On the other hand, even the Wikipedia article about the 1968 Olympics has several paragraphs detailing the links between the Olympic events and the massacre, as a bit of homework might have revealed. The Mexican government continued to perpetrate the coverup the documentary The Olympics in Mexico is part of for over thirty years.
Although the documentary ends with a spokesman calling on the youth of the world to gather again in four years, the shadow of the student deaths continued to hang over the PRI throughout the following decades. But it was not until Vicente Fox, the first president from another political party in 70 years, opened an investigation in 2001 that the facts of the massacre started to emerge. US documents showed that the then Minister of the Interior,(and later President) Luis Echeverria Alvarez who was responsible for the deaths was a CIA asset. Attempts were made to charge him with genocide.
As someone who teaches research both for documentary filmmaking, and for documentary film studies, I routinely urge my students to do two kinds of historical investigation, diachronic and synchronic. Diachronic suggests across time, in this case, one might develop a historical sense of Olympic documentaries from the earliest deployment through more recent efforts. The Metrograph programs seem to have done something along these lines. But just as important is synchronic research. What was happening in the rest of the society at the time of the film you’re looking at? Here, the failure of the programmers seems monumental. The unfortunate result is to perpetrate a coverup which was only ever a fig leaf for slaughter.

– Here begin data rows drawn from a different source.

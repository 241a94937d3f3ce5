"""Waveform and spectrum plots as PNG files.

Drawn with our own kit (:mod:`sim.canvas`, on Pillow) and written atomically. The look
is our own and deliberately plain: white background, light grid, left and bottom axis
lines, one colour per trace, labelled axes with units, a bold title at the top left.
Sizes are given in inches at ``DPI`` (100 pixels per inch).
"""

from __future__ import annotations

import os

import numpy as np

from sim.canvas import Pen, Scale, Sheet, mix, padded

#: Figure width in inches, and height per stacked trace plus fixed room for titles.
FIGURE_WIDTH_IN = 10.0
HEIGHT_PER_TRACE_IN = 1.8
HEIGHT_BASE_IN = 2.0
#: Resolution of the PNG (1000 pixels wide).
DPI = 100
#: Fixed margins (inches) around the panels: room for the tick labels and the axis label
#: on the left (about eight characters of ticks), the time axis below, the titles above
#: and, between stacked panels, a legend row.
MARGIN_LEFT_IN = 1.0
MARGIN_RIGHT_IN = 0.2
MARGIN_BOTTOM_IN = 0.6
MARGIN_TITLES_IN = 0.85
MARGIN_TITLE_IN = 0.45
PANEL_GAP_IN = 0.3
PANEL_GAP_LEGEND_IN = 0.45
#: Extra room above the first panel for its legend row, in inches.
LEGEND_ROW_IN = 0.15
#: Most points drawn per line.  Longer records are reduced to the minimum and
#: maximum of each bucket (keeping every peak visible); 4 points per pixel column
#: of a 1000-pixel plot is more than the eye can resolve.
MAX_PLOT_POINTS = 4000
#: Trace colours, cycled: dark, saturated, distinguishable in greyscale print.
TRACE_COLOURS = ("#1f4e79", "#8c2d04", "#2d6a2e", "#5b2a86", "#7a5c00", "#00606b")
#: Width of a trace, in pixels (1 point at 100 dpi: thin enough that the flips of a
#: square wave 2 pixels apart stay apart).
TRACE_WIDTH_PX = 1.4
#: The spectrum's line, a little thinner: its peaks are a pixel or two wide.
SPECTRUM_WIDTH_PX = 1.25
#: Grid lines: light grey, under a pixel wide, so they guide without competing.
GRID_PEN = Pen("#d0d0d0", 0.8)
#: Space above and below a waveform's extremes, as a fraction of its span: the peaks
#: stay clear of the panel's edges and the axis line. None before and after its times:
#: a waveform runs from edge to edge.
WAVEFORM_MARGIN = 0.08
TIME_MARGIN = 0.0
#: Text sizes in pixels (the em of the built-in font, which runs smaller than most):
#: a figure's title, the grey line under it, a spectrum's title (above its panel) and
#: the harmonic numbers.
TITLE_SIZE_PX = 20.0
SUBTITLE_SIZE_PX = 13.0
PANEL_TITLE_SIZE_PX = 17.0
HARMONIC_SIZE_PX = 12.0
#: Where a figure's title and subtitle start: left edge, top of the title, top of the
#: subtitle (pixels).
TITLE_LEFT_PX = 10.0
TITLE_TOP_PX = 10.0
SUBTITLE_TOP_PX = 42.0
#: Gap between a panel's own title's baseline and the panel, in pixels.
PANEL_TITLE_LIFT_PX = 9.0
#: Colour of the subtitle: dark grey, read after the title.
SUBTITLE_COLOUR = "#444444"
#: Harmonic markers on a spectrum: dashed, in the second trace colour at 60 % over white,
#: so they mark the frequencies without hiding the peaks.
HARMONIC_OPACITY = 0.6
HARMONIC_PEN = Pen(mix(TRACE_COLOURS[1], "white", 1.0 - HARMONIC_OPACITY), 1.0, "dashed")
#: Harmonics shown on a spectrum plot (the x axis ends half a harmonic beyond).
SPECTRUM_HARMONICS = 12
#: Lowest level shown on a spectrum plot, below its highest peak, in dB.
SPECTRUM_RANGE_DB = 120.0
#: Top of a spectrum's level axis above the highest peak, in dB, and where the harmonic
#: numbers hang from (1 dB below the top).
SPECTRUM_HEADROOM_DB = 10.0
HARMONIC_LABEL_DB = 9.0
#: Upper frequency of a spectrum plot with no fundamental given (top of hearing).
SPECTRUM_DEFAULT_TOP_HZ = 20000.0
#: zlib level of the PNG files: 1 (fastest) instead of the encoder's 6. Measured on a
#: spectrum plot: 25 ms went to compressing at 6; the files come out about 15 % larger,
#: still far below the WAV beside them.
PNG_COMPRESS_LEVEL = 1


def inches_px(inches: float) -> int:
    """``inches`` at ``DPI``, in whole pixels."""
    return round(inches * DPI)


def new_sheet(height_in: float, width_in: float = FIGURE_WIDTH_IN) -> Sheet:
    """A blank sheet ``width_in`` x ``height_in`` inches at ``DPI``."""
    return Sheet(inches_px(width_in), inches_px(height_in))


def panel_boxes(sheet: Sheet, top_in: float, count: int = 1, gap_in: float = 0.0,
                right_in: float = MARGIN_RIGHT_IN, ratios: tuple[float, ...] | None = None
                ) -> list[tuple[float, float, float, float]]:
    """Rectangles ``(left, top, right, bottom)`` in pixels of ``count`` panels stacked
    inside the fixed margins (``top_in`` above, ``gap_in`` between), of heights in
    proportion to ``ratios`` (equal by default)."""
    ratios = ratios or (1.0,) * count
    left, right = inches_px(MARGIN_LEFT_IN), sheet.width - inches_px(right_in)
    top, bottom = inches_px(top_in), sheet.height - inches_px(MARGIN_BOTTOM_IN)
    gap = gap_in * DPI
    unit = (bottom - top - gap * (count - 1)) / sum(ratios)
    boxes = []
    for ratio in ratios:
        boxes.append((left, top, right, top + ratio * unit))
        top += ratio * unit + gap
    return boxes


def titles(sheet: Sheet, title: str, subtitle: str | None = None) -> None:
    """A figure's bold title at the top left and the grey subtitle under it."""
    sheet.text(TITLE_LEFT_PX, TITLE_TOP_PX, title, TITLE_SIZE_PX, anchor="la", bold=True)
    if subtitle:
        sheet.text(TITLE_LEFT_PX, SUBTITLE_TOP_PX, subtitle, SUBTITLE_SIZE_PX,
                   colour=SUBTITLE_COLOUR, anchor="la")


def finite_range(*arrays: np.ndarray) -> tuple[float, float]:
    """Smallest and largest finite value of ``arrays`` (any shapes); (-1, 1) if none."""
    finite = [a[np.isfinite(a)] for a in (np.asarray(x, dtype=np.float64) for x in arrays)]
    finite = [a for a in finite if a.size]
    if not finite:
        return -1.0, 1.0
    return (float(min(a.min() for a in finite)), float(max(a.max() for a in finite)))


def save(sheet: Sheet, path: str | os.PathLike) -> None:
    """Write ``sheet`` to ``path`` as PNG at ``PNG_COMPRESS_LEVEL``, atomically."""
    sheet.save(path, PNG_COMPRESS_LEVEL)


def envelope(x: np.ndarray, y: np.ndarray, max_points: int = MAX_PLOT_POINTS,
             keep: str = "minmax") -> tuple[np.ndarray, np.ndarray]:
    """Reduce a line of shape ``(n,)`` to about ``max_points`` points for drawing.

    ``keep="minmax"`` keeps each bucket's minimum and maximum (in time order), so
    narrow spikes survive; ``keep="max"`` keeps only the maximum (for spectra).
    """
    n = y.size
    if n <= max_points:
        return x, y
    per_bucket = 2 if keep == "minmax" else 1
    size = int(np.ceil(n * per_bucket / max_points))
    buckets = n // size
    xb = x[:buckets * size].reshape(buckets, size)
    yb = y[:buckets * size].reshape(buckets, size)
    rows = np.arange(buckets)
    if keep == "max":
        pick = np.argmax(yb, axis=1)
        return xb[rows, pick], yb[rows, pick]
    lo, hi = np.argmin(yb, axis=1), np.argmax(yb, axis=1)
    first, second = np.minimum(lo, hi), np.maximum(lo, hi)
    xs = np.stack([xb[rows, first], xb[rows, second]], axis=1).ravel()
    ys = np.stack([yb[rows, first], yb[rows, second]], axis=1).ravel()
    return xs, ys


def waveform_plot(path: str | os.PathLike, times_s, traces: dict, title: str,
                  subtitle: str | None = None) -> None:
    """Stacked waveforms, one panel per trace, sharing a time axis in ms.

    ``times_s``: shape ``(n,)`` seconds; ``traces``: name -> volts of shape ``(n,)``.
    The figure is ``FIGURE_WIDTH_IN`` x (2 + 1.8 per trace) inches at ``DPI``.
    """
    if not traces:
        raise ValueError("waveform_plot needs at least one trace")
    stacked_plot(path, times_s, {
        name: [(volts, None, Pen(TRACE_COLOURS[i % len(TRACE_COLOURS)], TRACE_WIDTH_PX))]
        for i, (name, volts) in enumerate(traces.items())}, title, subtitle)


def stacked_plot(path: str | os.PathLike, times_s, panels: dict, title: str,
                 subtitle: str | None = None) -> None:
    """Stacked panels sharing a time axis in ms, one or more curves on each.

    ``times_s``: shape ``(n,)`` seconds; ``panels``: name -> list of ``(volts, label,
    pen)`` with volts of shape ``(n,)``, ``label`` a legend entry or None and ``pen`` a
    :class:`sim.canvas.Pen`. A panel with labels gets a legend above it (never over a
    trace). Sized as :func:`waveform_plot`.
    """
    t_ms = np.asarray(times_s, dtype=np.float64) * 1e3
    reduced = {}
    for name, curves in panels.items():
        reduced[name] = []
        for volts, label, pen in curves:
            v = np.asarray(volts, dtype=np.float64)
            if v.shape != t_ms.shape:
                raise ValueError(f"trace {name!r} has shape {v.shape}, times have {t_ms.shape}")
            reduced[name].append((*envelope(t_ms, v), label, pen))
    count = len(reduced)
    legends = any(label is not None for curves in reduced.values() for _, _, label, _ in curves)
    sheet = new_sheet(HEIGHT_BASE_IN + HEIGHT_PER_TRACE_IN * count)
    boxes = panel_boxes(sheet, MARGIN_TITLES_IN + (LEGEND_ROW_IN if legends else 0.0), count,
                        PANEL_GAP_LEGEND_IN if legends else PANEL_GAP_IN)
    time_axis = Scale(*padded(*finite_range(t_ms), TIME_MARGIN))
    for number, (box, (name, curves)) in enumerate(zip(boxes, reduced.items()), start=1):
        low, high = finite_range(*(ys for _, ys, _, _ in curves))
        panel = sheet.panel(*box, x=time_axis, y=Scale(*padded(low, high, WAVEFORM_MARGIN)))
        panel.grid(GRID_PEN)
        for xs, ys, _, pen in curves:
            panel.line(xs, ys, pen)
        last = number == count
        panel.axes(x_title="time (ms)" if last else None, y_title=f"{name} (V)", x_labels=last)
        entries = [(label, pen) for _, _, label, pen in curves if label is not None]
        if entries:
            panel.legend(entries)
    titles(sheet, title, subtitle)
    save(sheet, path)


def amplitude_spectrum(volts, rate_hz: float) -> tuple[np.ndarray, np.ndarray]:
    """Hann-windowed amplitude spectrum: ``(freqs_hz, level_db)``, both ``(n//2+1,)``.

    Levels are dB re 1 V peak, corrected for the window's coherent gain so a steady
    sine of amplitude ``A`` volts shows a peak near ``20 log10(A)``.  The mean is
    removed first.
    """
    x = np.asarray(volts, dtype=np.float64)
    window = np.hanning(x.size)
    spectrum = np.fft.rfft((x - np.mean(x)) * window)
    amplitude = 2.0 * np.abs(spectrum) / np.sum(window)
    with np.errstate(divide="ignore"):
        level = 20.0 * np.log10(amplitude)
    return np.fft.rfftfreq(x.size, 1.0 / rate_hz), level


def spectrum_plot(path: str | os.PathLike, volts, rate_hz: float,
                  fundamental_hz: float | None, title: str) -> None:
    """Magnitude spectrum in dB (Hann window) with harmonics marked and numbered.

    ``volts``: shape ``(n,)`` sampled at ``rate_hz``.  With ``fundamental_hz`` the
    axis spans ``SPECTRUM_HARMONICS`` harmonics and each harmonic below Nyquist
    gets a dashed marker labelled with its number; without it the axis goes up
    to ``SPECTRUM_DEFAULT_TOP_HZ`` (or Nyquist).
    """
    freqs, level = amplitude_spectrum(volts, rate_hz)
    nyquist = rate_hz / 2.0
    if fundamental_hz:
        top = min(nyquist, (SPECTRUM_HARMONICS + 0.5) * fundamental_hz)
    else:
        top = min(nyquist, SPECTRUM_DEFAULT_TOP_HZ)
    shown = freqs <= top
    xs, ys = envelope(freqs[shown], level[shown], keep="max")
    finite = ys[np.isfinite(ys)]
    peak = float(finite.max()) if finite.size else 0.0
    floor = peak - SPECTRUM_RANGE_DB
    sheet = new_sheet(HEIGHT_BASE_IN + 2.0 * HEIGHT_PER_TRACE_IN)
    (box,) = panel_boxes(sheet, MARGIN_TITLE_IN)
    panel = sheet.panel(*box, x=Scale(0.0, top), y=Scale(floor, peak + SPECTRUM_HEADROOM_DB))
    panel.grid(GRID_PEN)
    harmonics = []
    if fundamental_hz:
        harmonics = [h for h in range(1, SPECTRUM_HARMONICS + 1) if h * fundamental_hz <= top]
        title = f"{title}  (fundamental {fundamental_hz:.6g} Hz)"
    for h in harmonics:  # under the trace: the markers must not hide the peaks
        panel.vline(h * fundamental_hz, HARMONIC_PEN)
    panel.line(xs, np.maximum(np.nan_to_num(ys, neginf=floor), floor),
               Pen(TRACE_COLOURS[0], SPECTRUM_WIDTH_PX))
    panel.axes("frequency (Hz)", "level (dB re 1 V peak)")
    for h in harmonics:
        panel.text(h * fundamental_hz, peak + HARMONIC_LABEL_DB, str(h), HARMONIC_SIZE_PX,
                   colour=TRACE_COLOURS[1], anchor="ma")
    sheet.text(panel.left, panel.top - PANEL_TITLE_LIFT_PX, title, PANEL_TITLE_SIZE_PX,
               anchor="ls", bold=True)
    save(sheet, path)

The Metrograph’s Olympic series tries to offer some kind of social context, although I thought it odd to enlist Kidlat Tahimik’s Turumba for this effort. They might have done better to screen El Grito, a collectively produced documentary from the period that details the student movements struggles, and ends with lighting of the Olympic flame. Lovingly restored by UNAM, it is worth watching if you speak Spanish. Oddly, its narration was written by Oriana Fallaci, who was one of the many observers wounded by gunfire at the plaza.
As a final note, I asked the Mexican filmmaker, Luis Lupone, if he knew anything about The Olympics in Mexico. This is his reply:
The documentary was made by the best cameramen and film directors at the time. Just as it was the first Olympics to be broadcast in color in history, the government wanted a film worthy of showing the greatness of the event, which is why it took a year to edit and only premiered in October, 1969. Evidently, as you say, it is a propaganda film about the achievements of the repressive state. The paradox was that the equipment purchased by the government in July 1968, Arri 16 and 35 mm cameras. 200 and 400mm telephotos, O’Connor hydraulic tripods, Sennheiser directional microphones, this whole set of equipment debuted in the massacre of October 2, where from the 14th floor of the Foreign Relations Tower on one side of the Plaza de las Tres Culturas they filmed more than 80 hours, from October 1 to October 3 October. No one has seen that material; rumors say that it was burned as well as many student corpses. Others say that Luis Echeverria, who was Secretary of the Interior at the time, and was the one who orchestrated the massacre, has it in his house.